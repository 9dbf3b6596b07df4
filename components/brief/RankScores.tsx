// Rank scores, collapsed by default and only beside the three reasons they are not proof
// (PRODUCT.md). A <details> element, so it opens without JavaScript. Listed alphabetically.
import { useTranslation } from "react-i18next";
import type { OutcomeView } from "#core/publication/brief-page";
import { rankCautionKeys } from "#core/grade/rank-explainer";
import { useIntl } from "../i18n";
import { WithTerms } from "../Term";

export function RankScores({ scores }: { scores: OutcomeView["rankScores"] }) {
  const { t } = useTranslation();
  const intl = useIntl();
  return (
    <details className="mt-6 border-t border-rule pt-4" data-testid="rank-scores">
      <summary className="cursor-pointer font-sans font-semibold">{t("rankScores.title")}</summary>
      <p className="mt-3"><WithTerms i18nKey="rankScores.intro" terms={{ term: "rank-scores" }} /></p>
      <ol className="mt-3 list-decimal space-y-2 ps-6">
        {rankCautionKeys.map((key) => (
          <li key={key}>{t(key)}</li>
        ))}
      </ol>
      <table className="mt-4 font-sans text-sm">
        <caption className="mb-2 text-start text-muted">{t("brief.rankCaption")}</caption>
        <thead>
          <tr>
            <th scope="col" className="py-1 pe-6 text-start">{t("brief.option")}</th>
            <th scope="col" className="py-1 pe-6 text-end">{t("rankScores.pScore")}</th>
            <th scope="col" className="py-1 text-end">{t("rankScores.sucra", { draws: scores.draws, seed: scores.seed })}</th>
          </tr>
        </thead>
        <tbody>
          {scores.rows.map((row) => (
            <tr key={row.id} className="border-t border-rule">
              <th scope="row" className="py-1 pe-6 text-start font-normal">{row.name}</th>
              <td className="py-1 pe-6 text-end tabular-nums">{intl.number(row.pScore, 2)}</td>
              <td className="py-1 text-end tabular-nums">{intl.number(row.sucra, 2)}</td>
            </tr>
          ))}
        </tbody>
      </table>
    </details>
  );
}
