// Rank scores come only with their three cautions, and never as a sorted leaderboard (PRODUCT.md).
import { readFileSync } from "node:fs";
import path from "node:path";
import { describe, expect, it } from "vitest";
import { createI18n } from "#components/i18n";
import { rankExplainer } from "#core/grade/rank-explainer";
import { analyse } from "#core/nma/analyse";
import { parseDataset } from "#core/nma/parse";

const csv = readFileSync(path.resolve(__dirname, "../../../fixtures/reference/senn2013.csv"));
const result = analyse(parseDataset(csv, "arm-continuous"), { measure: "MD", model: "random", reference: "placebo", better: "lower", draws: 1000 });

describe("the rank-score explainer", () => {
  const explainer = rankExplainer(result);

  it("names the three reasons scores are not proof: chance, size of the difference, certainty", () => {
    const t = createI18n("en").t;
    const cautions = explainer.cautionKeys.map((key) => t(key));
    expect(cautions).toHaveLength(3);
    expect(cautions[0]).toMatch(/^Chance:/);
    expect(cautions[1]).toMatch(/^Size of the difference:/);
    expect(cautions[2]).toMatch(/^Certainty of the evidence:/);
  });

  it("lists treatments alphabetically, whatever their scores", () => {
    expect(explainer.rows.map((r) => r.treatment)).toEqual([...result.treatments].sort());
    const byScore = [...explainer.rows].sort((a, b) => b.pScore - a.pScore).map((r) => r.treatment);
    expect(byScore).not.toEqual(explainer.rows.map((r) => r.treatment));
  });

  it("carries the scores and the simulation settings", () => {
    expect(explainer.rows.find((r) => r.treatment === "rosiglitazone")!.pScore).toBeCloseTo(0.897780441101909, 5); // metafor 3.8-1, tests/fixtures/reference
    expect(explainer).toMatchObject({ draws: 1000, seed: 1 });
  });
});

▶ [ACTIVITY]: Starting from the data above, filter for lines with "rankExplainer" and copy each one.

▶ [RESULT]:
import { rankExplainer } from "#core/grade/rank-explainer";
  const explainer = rankExplainer(result);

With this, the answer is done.